FEBRUARY 2004

Preemption Wars

In 2003, the single most important legislative issue for retail financial services was the Fair Credit Reporting Act, specifically, the renewal of federal preemption of state laws in several key areas of credit reporting. As we begin 2004, preemption promises to again be the most important regulatory issue facing the credit granting industry. This time the issue revolves around the extent to which states can pass laws that affect the operations of national banks. State and municipal government attempts to impose regulations that would curb abusive mortgage lending have brought the issue to a head.

The U.S. Office of the Comptroller of the Currency (OCC) has taken a strong stand that such laws generally do not apply to national banks. On January 7th of this year it issued a rule that broadly asserted its preemption powers over state and municipal laws. According to the OCC, since the creation of the national bank charter by Congress in 1863, there have been approximately 70 federal judicial opinions that have upheld its preemptive powers. The pace of judicial challenge has quickened. Twelve of those opinions have come in the past two years, and 40 since 1990. Prominent among the most recent decisions were two federal court rejections of the state of California’s attempts to impose consumer protection legislation on national banks. One case involved credit card minimum payment disclosures and the other involved limits on the exchange of information across affiliated companies. Indeed, the OCC has used these and other recent examples to argue that the states are becoming more aggressive in trying to limit the powers of national banks, and that the OCC’s rule offers the banks clearer guidance as to which local rules apply to them.

Concerns over predatory lending practices have focused the preemption issue in 2004. The state Attorneys General (and consumer activists) argue that state regulatory and enforcement agencies are being proactive in trying to protect consumers from what they claim is a rising incidence of abusive mortgage lending practices. They assert that the OCC does not have a good enforcement record on such issues, in large part because it is understaffed relative to the problem. Given the strong support that the OCC has received from the court system, it will ultimately be Congress that decides whether the preemption power claimed by the agency is still appropriate.

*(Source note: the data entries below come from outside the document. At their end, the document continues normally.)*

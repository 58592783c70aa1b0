"""The console under a light and a dark theme: every colour is the theme's, and text is
readable on its background.

Readability is the WCAG 2.1 success criterion 1.4.3 (contrast, minimum): a contrast ratio of
at least 4.5:1 for normal text, with relative luminance and contrast ratio as WCAG 2.1 defines
them. The console is driven with the pilot on one fixed frame (``support.console.StillFeed``)
with M2 failing a check, M4 offline and M6 failing its link, and the styles asserted are those
of the rendered strips (segments), not of the code that builds them.
"""

from __future__ import annotations

from dataclasses import replace

import pytest
from rich.segment import Segment
from rich.style import Style
from support.console import StillFeed
from support.console import show_still as _show
from textual.color import Color
from textual.geometry import Region
from textual.theme import BUILTIN_THEMES

from meas.snapshot import CommState
from tui.app import BenchwalkApp
from tui.widgets.checks import ChecksPanel
from tui.widgets.palette import (
    MIN_CONTRAST,
    MIN_GRAPHIC_CONTRAST,
    contrast_ratio,
    palette_for,
    readable,
)
from tui.widgets.readings import ReadingsGrid
from tui.widgets.step import StepDetail, StepSummary

THEMES = ("textual-light", "textual-dark")


def _app() -> BenchwalkApp:
    feed = StillFeed()
    snap = feed.still.snapshot
    assert snap is not None
    meters = dict(snap.meters)
    meters["M4"] = replace(meters["M4"], state=CommState.OFFLINE)
    meters["M6"] = replace(meters["M6"], state=CommState.FAILING)
    feed.still = replace(feed.still, snapshot=replace(snap, meters=meters))
    return BenchwalkApp(
        lambda op, resume: feed, skip_intro=True, operator="A. Tester", autopoll=False
    )


def _colour(c) -> Color:
    assert c is not None, "a segment without a colour shows the terminal's own, not the theme's"
    return Color.from_rich_color(c)


def _fg_bg(style: Style) -> tuple[Color, Color]:
    fg, bg = _colour(style.color), _colour(style.bgcolor)
    return (bg, fg) if style.reverse else (fg, bg)


def _lines(widget) -> list[list[Segment]]:
    w, h = widget.size
    return [list(strip) for strip in widget.render_lines(Region(0, 0, w, h))]


def _segment(lines: list[list[Segment]], text: str) -> Segment:
    for line in lines:
        for seg in line:
            if text in seg.text:
                return seg
    raise AssertionError(f"{text!r} is not drawn")


def _row(lines: list[list[Segment]], meter: str) -> list[Segment]:
    for line in lines:
        if meter in "".join(s.text for s in line)[:8]:  # the pane's border, marks, the id
            return line
    raise AssertionError(f"no row for {meter}")


@pytest.mark.parametrize("theme", THEMES)
async def test_the_readings_grid_draws_states_in_the_themes_colours(theme):
    app = _app()
    async with app.run_test(size=(120, 40)) as pilot:
        app.theme = theme
        await _show(pilot)
        await pilot.pause()
        var = {
            k: Color.parse(v)
            for k, v in app.theme_variables.items()
            if k in ("background", "text-success", "text-error", "error")
        }
        grid = app.screen.query_one(ReadingsGrid)
        lines = _lines(grid)
        bg = var["background"]
        # an unselected, healthy row: the theme's background behind it, its "ok" in the theme's
        # success text colour (made readable where the theme's own falls short)
        m3 = _row(lines, "M3")
        ok = next(s for s in m3 if s.text.strip() == "ok")
        fg, seg_bg = _fg_bg(ok.style)
        assert seg_bg == bg
        assert fg == readable(var["text-success"], bg)
        if contrast_ratio(var["text-success"], bg) >= MIN_CONTRAST:
            assert fg == var["text-success"]  # unchanged where the theme's own is readable
        # a meter with a failing check: its mark and id in the theme's error text colour
        m2 = _row(lines, "M2")
        mark = next(s for s in m2 if "\u2718" in s.text)
        assert _fg_bg(mark.style)[0] == readable(var["text-error"], bg)
        # offline: the state word on the theme's error colour
        off = _segment(lines, "offline")
        fg, seg_bg = _fg_bg(off.style)
        assert seg_bg == var["error"]
        assert contrast_ratio(fg, seg_bg) >= MIN_CONTRAST
        failing = _segment(lines, "failing")
        assert _fg_bg(failing.style)[0] == readable(var["text-error"], bg)


@pytest.mark.parametrize("theme", THEMES)
async def test_every_character_of_the_bench_screen_is_readable(theme):
    app = _app()
    async with app.run_test(size=(120, 40)) as pilot:
        app.theme = theme
        await _show(pilot)
        await pilot.pause()
        checked = 0
        for cls in (ReadingsGrid, ChecksPanel, StepSummary, StepDetail):
            widget = app.screen.query_one(cls)
            for line in _lines(widget):
                for seg in line:
                    if not seg.text.strip() or seg.style is None:
                        continue
                    fg, bg = _fg_bg(seg.style)
                    ratio = contrast_ratio(fg, bg)
                    # border lines are graphics (WCAG 2.1 §1.4.11, 3:1); the rest is text
                    lines_only = all("\u2500" <= ch <= "\u257f" for ch in seg.text.strip())
                    need = MIN_GRAPHIC_CONTRAST if lines_only else MIN_CONTRAST
                    assert ratio >= need, (
                        f"{theme}: {cls.__name__} {seg.text!r} {fg.hex} on {bg.hex}: {ratio:.2f}"
                    )
                    checked += 1
        assert checked > 100


async def test_a_new_theme_repaints_the_grid_and_the_panels():
    app = _app()
    async with app.run_test(size=(120, 40)) as pilot:
        app.theme = "textual-dark"
        await _show(pilot)
        grid = app.screen.query_one(ReadingsGrid)
        dark_bg = _fg_bg(_segment(_lines(grid), "M3").style)[1]
        app.theme = "textual-light"
        await pilot.pause()
        await pilot.pause()
        light = palette_for(BUILTIN_THEMES["textual-light"])
        assert _fg_bg(_segment(_lines(grid), "M3").style)[1] == light.background != dark_bg
        checks = app.screen.query_one(ChecksPanel)
        fail = _segment(_lines(checks), "FAIL")
        assert _fg_bg(fail.style)[0] == light.error


def test_wcag_contrast_ratio_of_reference_colours():
    # WCAG 2.1 definitions: black on white is 21:1, a colour on itself 1:1; #767676 on white
    # is the lightest grey that passes 4.5:1 (4.54:1, a figure widely cited with WCAG 2.x;
    # from memory)
    white, black = Color(255, 255, 255), Color(0, 0, 0)
    assert contrast_ratio(black, white) == pytest.approx(21.0)
    assert contrast_ratio(white, white) == pytest.approx(1.0)
    assert contrast_ratio(Color.parse("#767676"), white) == pytest.approx(4.54, abs=0.01)
    assert contrast_ratio(Color.parse("#777777"), white) < MIN_CONTRAST


@pytest.mark.parametrize("name", sorted(n for n, t in BUILTIN_THEMES.items() if not t.ansi))
def test_every_builtin_themes_palette_reads_on_its_background(name):
    pal = palette_for(BUILTIN_THEMES[name])
    for role in ("foreground", "ok", "warn", "error", "accent", "muted"):
        assert contrast_ratio(getattr(pal, role), pal.background) >= MIN_CONTRAST, role
    for role in ("ok", "warn", "error", "sim", "plain"):
        style = pal.badge(role)
        fg, bg = _fg_bg(style)
        assert contrast_ratio(fg, bg) >= MIN_CONTRAST, role
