impl Default for TunerConfig {
    fn default() -> Self {
        TunerConfig {
            link: default_link(),
            min_steps: 0,
            max_steps: default_max_steps(),
            steps_per_second: default_steps_per_second(),
            backlash_steps: 0,
            approach: default_approach(),
            settle_ms: default_settle_ms(),
            state_file: None,
            relax_on_exit: false,
            home: None,
        }
    }
}

/// `[follow]`: when the tuner moves.
#[derive(Debug, Clone, Deserialize)]
#[serde(deny_unknown_fields)]
pub struct FollowConfig {
    /// A frequency must stay the latest report this long before it is acted on.
    #[serde(default = "default_debounce_ms")]
    pub debounce_ms: u64,
    /// No move while the settled frequency is within this many Hz of the
    /// frequency the tuner is tuned for.
    #[serde(default = "default_hysteresis_hz")]
    pub hysteresis_hz: Hysteresis,
    /// No move smaller than this.
    #[serde(default = "default_min_move_steps")]
    pub min_move_steps: i64,
    /// Inhibit stays asserted this long after arrival, while the mechanics settle.
    #[serde(default = "default_inhibit_tail_ms")]
    pub inhibit_tail_ms: u64,
    /// Time between asserting the inhibit and the first step, so that a relay
    /// or the rig's own inhibit input has taken effect before anything moves.
    #[serde(default = "default_inhibit_lead_ms")]
    pub inhibit_lead_ms: u64,
    /// After a hand touch-up, the operator must stay this long on the
    /// frequency before the new position is offered as a calibration point.
    #[serde(default = "default_candidate_dwell_ms")]
    pub candidate_dwell_ms: u64,
    /// Assert the inhibit as soon as the rig reports a frequency the loop is
    /// not tuned for (beyond the dead band), not only while the motor moves:
    /// an operator who calls at once after tuning cannot transmit into a
    /// mistuned loop.
    #[serde(default = "default_true")]
    pub inhibit_while_detuned: bool,
    /// A report at least this far from the one before it (or in another
    /// band), after `jump_quiet_ms` without another frequency, is a jump (a
    /// band change, a memory recall, a band-map click) and is acted on at
    /// once, without the debounce. 0: every report waits for the debounce.
    #[serde(default = "default_jump_hz")]
    pub jump_hz: u64,
    /// How long without another frequency before a report can be a jump:
    /// longer than a knob's report interval, so a sweep is not mistaken
    /// for jumps.
    #[serde(default = "default_jump_quiet_ms")]
    pub jump_quiet_ms: u64,
    /// A knob sweep's report settles after this many of the sweep's own
    /// report intervals without another report (when that is shorter than
    /// the debounce): a knob that has been quiet for a few of its own
    /// intervals has stopped. 0: every report waits for the debounce.
    #[serde(default = "default_sweep_settle_intervals")]
    pub sweep_settle_intervals: u32,
    /// Which frequency the loop is tuned for: `"transmit"` (default: the
    /// transmit VFO, XIT included, where the power goes) or `"receive"`.
    #[serde(default)]
    pub tune_for: TuneForConfig,
    /// When the other VFO (the one a split toggle or an A/B swap would
    /// bring) is close enough that one position of the loop serves both
    /// within the dead band, tune for the point between them, so that the
    /// toggle needs no move. `false`: always tune for the frequency itself.
    #[serde(default = "default_true")]
    pub cover_other_vfo: bool,
}

/// `[follow] tune_for`.
#[derive(Debug, Clone, Copy, PartialEq, Eq, Default, Deserialize)]
#[serde(rename_all = "lowercase")]
pub enum TuneForConfig {
    #[default]
    Transmit,
    Receive,
}

impl From<TuneForConfig> for crate::follow::station::TuneFor {
    fn from(t: TuneForConfig) -> Self {
        match t {
            TuneForConfig::Transmit => crate::follow::station::TuneFor::Transmit,
            TuneForConfig::Receive => crate::follow::station::TuneFor::Receive,
        }
    }
}

/// The shortest `follow.jump_quiet_ms`: a knob reports every 20 to 100 ms
/// (common practice, no source), and a shorter quiet time would take the
/// steps of a fast sweep for jumps.
pub const MIN_JUMP_QUIET_MS: u64 = 50;

fn default_true() -> bool {
    true
}
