impl BinarySpec {
    /// Reads the family's tables of a dialect file (the top-level keys
    /// already checked by the loader).
    pub(crate) fn from_toml(r: &Reader, t: &toml::Table) -> Result<BinarySpec, DialectError> {
        r.only(
            t,
            "",
            &[
                "name",
                "family",
                "frame",
                "address",
                "command",
                "frequency",
                "poll",
                "station",
                "meter",
            ],
        )?;
        let station = r.table(t, "", "station")?;
        let station_keys = [
            "frequency_set",
            "select_vfo",
            "vfo_a",
            "vfo_b",
            "split",
            "split_off",
            "split_on",
            "vfo_frequency",
            "selected_sub",
            "unselected_sub",
        ];
        r.only(station, "station", &station_keys)?;
        let sb = |key: &str| r.byte(station, "station", key);
        let station = StationCodes {
            frequency_set: sb("frequency_set")?,
            select_vfo: sb("select_vfo")?,
            vfo_a: sb("vfo_a")?,
            vfo_b: sb("vfo_b")?,
            split: sb("split")?,
            split_off: sb("split_off")?,
            split_on: sb("split_on")?,
            vfo_frequency: sb("vfo_frequency")?,
            selected_sub: sb("selected_sub")?,
            unselected_sub: sb("unselected_sub")?,
        };
        for (a, b, key) in [
            (station.vfo_a, station.vfo_b, "station.vfo_b"),
            (station.split_off, station.split_on, "station.split_on"),
            (
                station.selected_sub,
                station.unselected_sub,
                "station.unselected_sub",
            ),
        ] {
            if a == b {
                return Err(r.err(key, "a byte different from its pair", format!("0x{b:02X}")));
            }
        }
        let frame = r.table(t, "", "frame")?;
        r.only(frame, "frame", &["preamble", "terminator", "max_length"])?;
        let address = r.table(t, "", "address")?;
        r.only(address, "address", &["controller", "broadcast"])?;
        let command = r.table(t, "", "command")?;
        r.only(
            command,
            "command",
            &[
                "frequency_broadcast",
                "frequency_read",
                "transmit",
                "transmit_sub",
                "collision",
                "ack_ok",
                "ack_ng",
            ],
        )?;
        let frequency = r.table(t, "", "frequency")?;
        r.only(frequency, "frequency", &["bytes"])?;
        let poll = r.table(t, "", "poll")?;
        r.only(
            poll,
            "poll",
            &["frequency", "transmit", "split", "other_vfo"],
        )?;

        let preamble = r.byte(frame, "frame", "preamble")?;
        let terminator = r.byte(frame, "frame", "terminator")?;
        if terminator == preamble {
            return Err(r.err(
                "frame.terminator",
                "a byte different from the preamble",
                format!("0x{terminator:02X}"),
            ));
        }
        let frequency_bytes = r.int(frequency, "frequency", "bytes", 4, 9)? as usize;
        // Smallest useful frame: two preamble bytes, to, from, command,
        // frequency field, terminator.
        let min_frame = 2 + 3 + frequency_bytes + 1;
        let max_frame = r.int(frame, "frame", "max_length", min_frame as i64, 4096)? as usize;
        let controller = r.byte(address, "address", "controller")?;
        let broadcast = r.byte(address, "address", "broadcast")?;
        let transmit = r.byte(command, "command", "transmit")?;
        let transmit_sub = r.byte(command, "command", "transmit_sub")?;
        let frequency_read = r.byte(command, "command", "frequency_read")?;
        let spec = BinarySpec {
            preamble,
            terminator,
            max_frame,
            controller,
            broadcast,
            frequency_broadcast: r.byte(command, "command", "frequency_broadcast")?,
            frequency_read,
            transmit,
            transmit_sub,
            collision: r.byte(command, "command", "collision")?,
            ack_ok: r.byte(command, "command", "ack_ok")?,
            ack_ng: r.byte(command, "command", "ack_ng")?,
            frequency_bytes,
            poll_frequency: binary_query(
                r,
                poll,
                "poll.frequency",
                preamble,
                terminator,
                max_frame,
            )?,
            poll_transmit: binary_query(r, poll, "poll.transmit", preamble, terminator, max_frame)?,
            poll_split: match poll.contains_key("split") {
                true => Some(binary_query(
                    r,
                    poll,
                    "poll.split",
                    preamble,
                    terminator,
                    max_frame,
                )?),
                false => None,
            },
            poll_other_vfo: match poll.contains_key("other_vfo") {
                true => Some(binary_query(
                    r,
                    poll,
                    "poll.other_vfo",
                    preamble,
                    terminator,
                    max_frame,
                )?),
                false => None,
            },
            station,
            meters: Vec::new(),
        };
        let meters = match t.contains_key("meter") {
            true => binary_meters(r, r.table(t, "", "meter")?, &spec)?,
            false => Vec::new(),
        };
        Ok(BinarySpec { meters, ..spec })
    }
}

/// `[meter]`: a table per meter kind, each `read` (a read query with a
/// sub-command, refused otherwise like every poll query) and `scale`. The
/// command must not be one the decoder reads for something else, and no
/// two meters may share a command and sub-command.
fn binary_meters(
    r: &Reader,
    meter: &toml::Table,
    spec: &BinarySpec,
) -> Result<Vec<BinaryMeter>, DialectError> {
    let st = &spec.station;
    let taken = [
        ("command.frequency_broadcast", spec.frequency_broadcast),
        ("command.frequency_read", spec.frequency_read),
        ("command.transmit", spec.transmit),
        ("command.collision", spec.collision),
        ("command.ack_ok", spec.ack_ok),
        ("command.ack_ng", spec.ack_ng),
        ("station.frequency_set", st.frequency_set),
        ("station.select_vfo", st.select_vfo),
        ("station.split", st.split),
        ("station.vfo_frequency", st.vfo_frequency),
    ];
    let mut out: Vec<BinaryMeter> = Vec::new();
    for (kind, table) in r.meter_tables(meter)? {
        let prefix = format!("meter.{}", kind.as_str());
        r.only(table, &prefix, &["read", "scale"])?;
        let key = format!("{prefix}.read");
        let read = binary_query_in(
            r,
            table,
            &prefix,
            "read",
            spec.preamble,
            spec.terminator,
            spec.max_frame,
        )?;
        let (command, sub) = match read.as_slice() {
            [_, _, _, _, Slot::Byte(c), Slot::Byte(s), _] => (*c, *s),
            _ => return Err(r.err(
                &key,
                "a meter read with a sub-command: FE FE rig controller <command> <sub-command> FD",
                format!("{:?}", r.string(table, &prefix, "read")?),
            )),
        };
        if let Some((other, _)) = taken.iter().find(|(_, c)| *c == command) {
            return Err(r.err(
                &key,
                &format!("a command other than `{other}`"),
                format!("0x{command:02X}"),
            ));
        }
        if let Some(m) = out.iter().find(|m| m.command == command && m.sub == sub) {
            return Err(r.err(
                &key,
                &format!(
                    "a command and sub-command other than those of `meter.{}.read`",
                    m.kind.as_str()
                ),
                format!("0x{command:02X} 0x{sub:02X}"),
            ));
        }
        let scale = r.scale(table, &prefix, "scale")?;
        out.push(BinaryMeter {
            kind,
            read,
            command,
            sub,
            scale,
        });
    }
    Ok(out)
}

/// A binary query: hex bytes and the words `rig` and `controller`,
/// separated by spaces. It must be a read: two preamble bytes, `rig`,
/// `controller`, a command, at most a sub-command, the terminator. A
/// query carrying data would be a *set* command, which we never send.
fn binary_query(
    r: &Reader,
    poll: &toml::Table,
    key: &str,
    pre: u8,
    term: u8,
    max: usize,
) -> Result<Vec<Slot>, DialectError> {
    let short = key.trim_start_matches("poll.");
    binary_query_in(r, poll, "poll", short, pre, term, max)
}

/// [`binary_query`] at any table: `prefix.short`.
fn binary_query_in(
    r: &Reader,
    table: &toml::Table,
    prefix: &str,
    short: &str,
    pre: u8,
    term: u8,
    max: usize,
) -> Result<Vec<Slot>, DialectError> {
    let key = &format!("{prefix}.{short}");
    let s = r.string(table, prefix, short)?;
    let mut slots = Vec::new();
    for word in s.split_whitespace() {
        let slot = match word {
            "rig" => Slot::Rig,
            "controller" => Slot::Controller,
            w => match u8::from_str_radix(w.trim_start_matches("0x"), 16) {
                Ok(b) if w.len() <= 4 => Slot::Byte(b),
                _ => return Err(r.err(
                    key,
                    "hex bytes (e.g. FE) and the words `rig` and `controller`, separated by spaces",
                    format!("{w:?} in {s:?}"),
                )),
            },
        };
        slots.push(slot);
    }
    let shape_ok = matches!(
        slots.as_slice(),
        [Slot::Byte(a), Slot::Byte(b), Slot::Rig, Slot::Controller, Slot::Byte(_), rest @ ..]
            if *a == pre && *b == pre
                && matches!(rest, [Slot::Byte(t)] | [Slot::Byte(_), Slot::Byte(t)] if *t == term)
    );
    if !shape_ok || slots.len() > max {
        return Err(r.err(
            key,
            &format!("a read query: {pre:02X} {pre:02X} rig controller <command> [<sub-command>] {term:02X}"),
            format!("{s:?}"),
        ));
    }
    Ok(slots)
}
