/// One policy's result over all evenings.
#[derive(Debug, Clone, PartialEq, Serialize)]
pub struct Row {
    pub policy: &'static str,
    /// Repositionings.
    pub moves: u64,
    /// Motor travel in steps, backlash overshoots included.
    pub travel_steps: u64,
    /// Time the operator keyed the rig.
    pub transmit_s: f64,
    /// Of that, time the inhibit held the rig off the air.
    pub inhibited_s: f64,
    /// Share of the time on the air at SWR ≤ 1.5, in percent.
    pub swr_1_5_pct: f64,
    /// Share of the time on the air at SWR ≤ 2, in percent.
    pub swr_2_pct: f64,
    /// Time on the air above SWR 1.5, in seconds.
    pub over_1_5_s: f64,
    /// Highest SWR seen on the air (`null` in JSON when unbounded).
    pub worst_swr: f64,
    /// Jumps followed by a call, and the wait after them, in seconds
    /// (p50, p95, max; the floor for the optimum).
    pub jump_calls: usize,
    pub jump_wait_p50_s: f64,
    pub jump_wait_p95_s: f64,
    pub jump_wait_max_s: f64,
    /// The 95th percentile of each jump's wait less its floor (the
    /// fewest-moves plan's wait there, which knows what comes next).
    pub jump_excess_p95_s: f64,
    /// The 95th percentile of each jump's wait less one move's time
    /// straight from the previous frequency to the new one (0 for the
    /// optimum's row).
    pub jump_over_travel_p95_s: f64,
    /// Sweeps followed by a call, and the wait after them.
    pub sweep_calls: usize,
    pub sweep_wait_p50_s: f64,
    pub sweep_wait_p95_s: f64,
    pub sweep_wait_max_s: f64,
    /// Starts of a leg while the rig was on the air, or with the inhibit
    /// off, or outside the limits (the replay's own count; always 0).
    pub violations: u64,
    /// Time the capacitor was moving while the rig was on the air (keyed
    /// and not held off by the inhibit, by the operator or by another
    /// program's command), in s (the bench's own count from the simulated
    /// motor; always 0).
    pub moved_keyed_s: f64,
}

/// A dwell where the station's policy left the loop above 1.5:1 while the
/// rig was on the air: when the operator arrived, where, for how long on
/// the air above 1.5:1, the worst SWR, and why (the core's last hold from
/// the dwell's arrival on, else "at rest outside the window").
#[derive(Debug, Clone, PartialEq, Serialize)]
pub struct ShortDwell {
    pub family: &'static str,
    pub seed: u64,
    /// When the operator arrived on the frequency, s from the evening's start.
    pub at_s: f64,
    pub hz: u64,
    /// Time on the air above 1.5:1 in this dwell, in s.
    pub over_1_5_s: f64,
    pub worst_swr: f64,
    pub why: String,
}

/// A jump followed by a call where `follow` kept the operator waiting more
/// than 50 ms over the jump's floor: where and when, the waits (`follow`'s,
/// the floor, the naive policy's on the same jump), what the core did in
/// between (when it first settled on a frequency, how many moves it
/// started, its holds in order) and what the operator had done just
/// before (the previous report, how far and how long before).
#[derive(Debug, Clone, PartialEq, Serialize)]
pub struct SlowJump {
    pub family: &'static str,
    pub seed: u64,
    /// When the report of the new frequency came, s from the evening's start.
    pub at_s: f64,
    pub hz: u64,
    pub wait_s: f64,
    /// The fewest-moves plan's wait there.
    pub floor_s: f64,
    /// One move's time straight from the previous frequency to this one.
    pub travel_s: f64,
    pub naive_wait_s: f64,
    /// From the report to the core's first settle on any frequency, in s
    /// (`null` when it never settled within the wait).
    pub settled_after_s: Option<f64>,
    /// Moves the core started within the wait.
    pub moves: usize,
    /// The core's holds within the wait, in order, repeats left out.
    pub holds: Vec<&'static str>,
    /// The previous frequency reported and how long before, in s.
    pub previous_hz: Option<u64>,
    pub previous_gap_s: Option<f64>,
}
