// Unscaled covariance (A^T A)^-1 of the equilibrated design.
//
// The plain double route, (R^T R)^-1 = R^-1 R^-T from the Householder R, has a
// relative error of about 2 kappa eps (the QR's backward error through the
// inverse); at Filip's equilibrated kappa ~ 5e9 that is ~6 digits. The accurate
// route forms the Gram matrix A^T A in double-double from the exact (hi + lo)
// design and inverts it by a double-double Cholesky factorisation, with error
// ~ kappa^2 * 2^-104 (Filip: ~1e-12). Refining each column of the inverse with the
// augmented system would cost 2 p double-double passes over n x p per step; the
// Gram matrix costs one p/2 such pass in all, so it wins at any size.
//
// The accurate route is used when the double route's bound 2 kappa eps exceeds
// DOUBLE_COVARIANCE_LIMIT, i.e. whenever the plain route might give fewer than
// ~13 digits (kappa > ~225); below it the O(n p^2) double-double pass (~200 ms at
// 100,000 x 30, a third of the fit) is skipped. Measured on 100,000-row polynomial
// designs, the two routes then agree to 1e-14 (kappa 1.2) and 1e-12 (kappa 1.9e3);
// NIST Wampler (kappa 1.75e3) gets 11.8 digits by the double route, 14.4 by the Gram.

import { ddAdd, ddDiv, ddMul, ddSqrtDD, type DD } from '../numeric/double-double.ts';
import { dotDD } from '../numeric/dd-vector.ts';
import { rEntry, type HouseholderQR } from './householder-qr.ts';

const EPS = 2 ** -52;
/** Largest acceptable relative error bound of the plain double covariance. */
export const DOUBLE_COVARIANCE_LIMIT = 1e-13;

export type CovarianceRoute = 'auto' | 'extended' | 'double';

/** Symmetric k x k double-double matrix as hi and lo parts, factorisation order. */
export interface MatrixDD {
  hi: number[][];
  lo: number[][];
}

export function equilibratedCovariance(
  qr: HouseholderQR,
  ah: Float64Array[],
  al: Float64Array[],
  columns: number[],
  conditionNumber: number,
  route: CovarianceRoute,
): { covariance: MatrixDD; method: 'extended' | 'double' } {
  const wantExtended = route === 'extended' || (route === 'auto' && 2 * conditionNumber * EPS > DOUBLE_COVARIANCE_LIMIT);
  if (wantExtended) {
    const accurate = gramInverse(ah, al, columns);
    if (accurate) return { covariance: accurate, method: 'extended' };
  }
  return { covariance: inverseFromR(qr), method: 'double' };
}

/** (A^T A)^-1 via the double-double Gram matrix and Cholesky; null if not positive definite. */
export function gramInverse(ah: Float64Array[], al: Float64Array[], columns: number[]): MatrixDD | null {
  const k = columns.length;
  const mh = square(k);
  const ml = square(k);
  for (let a = 0; a < k; a++) {
    for (let b = a; b < k; b++) {
      const [h, l] = dotDD(ah[columns[a]], al[columns[a]], ah[columns[b]], al[columns[b]]);
      mh[a][b] = mh[b][a] = h;
      ml[a][b] = ml[b][a] = l;
    }
  }
  // Cholesky M = L L^T in double-double.
  const lh = square(k);
  const ll = square(k);
  for (let j = 0; j < k; j++) {
    let d: DD = [mh[j][j], ml[j][j]];
    for (let m = 0; m < j; m++) {
      const [ph, pl] = ddMul(lh[j][m], ll[j][m], lh[j][m], ll[j][m]);
      d = ddAdd(d[0], d[1], -ph, -pl);
    }
    if (!(d[0] > 0)) return null;
    const [sh, sl] = ddSqrtDD(d[0], d[1]);
    lh[j][j] = sh;
    ll[j][j] = sl;
    for (let i = j + 1; i < k; i++) {
      let s: DD = [mh[i][j], ml[i][j]];
      for (let m = 0; m < j; m++) {
        const [ph, pl] = ddMul(lh[i][m], ll[i][m], lh[j][m], ll[j][m]);
        s = ddAdd(s[0], s[1], -ph, -pl);
      }
      [lh[i][j], ll[i][j]] = ddDiv(s[0], s[1], sh, sl);
    }
  }
  // L^-1 (lower triangular) by forward substitution, then C = L^-T L^-1.
  const ih = square(k);
  const il = square(k);
  for (let c = 0; c < k; c++) {
    for (let i = c; i < k; i++) {
      let s: DD = [i === c ? 1 : 0, 0];
      for (let m = c; m < i; m++) {
        const [ph, pl] = ddMul(lh[i][m], ll[i][m], ih[m][c], il[m][c]);
        s = ddAdd(s[0], s[1], -ph, -pl);
      }
      [ih[i][c], il[i][c]] = ddDiv(s[0], s[1], lh[i][i], ll[i][i]);
    }
  }
  const ch = square(k);
  const cl = square(k);
  for (let a = 0; a < k; a++) {
    for (let b = a; b < k; b++) {
      let s: DD = [0, 0];
      for (let m = b; m < k; m++) {
        const [ph, pl] = ddMul(ih[m][a], il[m][a], ih[m][b], il[m][b]);
        s = ddAdd(s[0], s[1], ph, pl);
      }
      ch[a][b] = ch[b][a] = s[0];
      cl[a][b] = cl[b][a] = s[1];
    }
  }
  return { hi: ch, lo: cl };
}

/** (R^T R)^-1 = R^-1 R^-T in double, lo parts zero. */
export function inverseFromR(qr: HouseholderQR): MatrixDD {
  const k = qr.rank;
  // U = R^-1 (upper triangular), column by column.
  const u = square(k);
  for (let c = 0; c < k; c++) {
    u[c][c] = 1 / qr.rdiag[c];
    for (let i = c - 1; i >= 0; i--) {
      let s = 0;
      for (let m = i + 1; m <= c; m++) s += rEntry(qr, i, m) * u[m][c];
      u[i][c] = -s / qr.rdiag[i];
    }
  }
  const hi = square(k);
  for (let a = 0; a < k; a++) {
    for (let b = a; b < k; b++) {
      let s = 0;
      for (let m = b; m < k; m++) s += u[a][m] * u[b][m];
      hi[a][b] = hi[b][a] = s;
    }
  }
  return { hi, lo: square(k) };
}

function square(k: number): number[][] {
  return Array.from({ length: k }, () => new Array<number>(k).fill(0));
}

The opening salvo in the larger Congressional debate was fired on January 28 in Washington, DC when a subcommittee of the House Financial Services Committee held hearings to determine whether the OCC should delay the implementation of its broad January 7th rule. Representative Barney Frank (D-MA) said that while it may currently be legal for the OCC to offer national banks broad preemption protection from state consumer protection laws, he added that "just because something is legal doesn’t make it right. There are a lot of legal things that you can do that are kind of stupid or counterproductive. What we have here is a fundamental policy question of how banking authority ought to be divided." The debate seems likely to turn on an assessment of whether the OCC has sufficient manpower to enforce its own regulations across the 50 states. However, the American Banker reported that the chairman of the House Financial Services Committee, Michael Oxley (R-Ohio), was generally supportive of the OCC rule, making it unlikely that legislation that would curb the agency’s authorities would emanate from his committee this year.

What seems clear is that, especially in an election year, many politicians at all levels of government will grab for a piece of this consumer protection issue. Whether the heightened focus on abusive mortgage lending will raise the likelihood of federal legislation (with preemptive provisions) remains to be seen.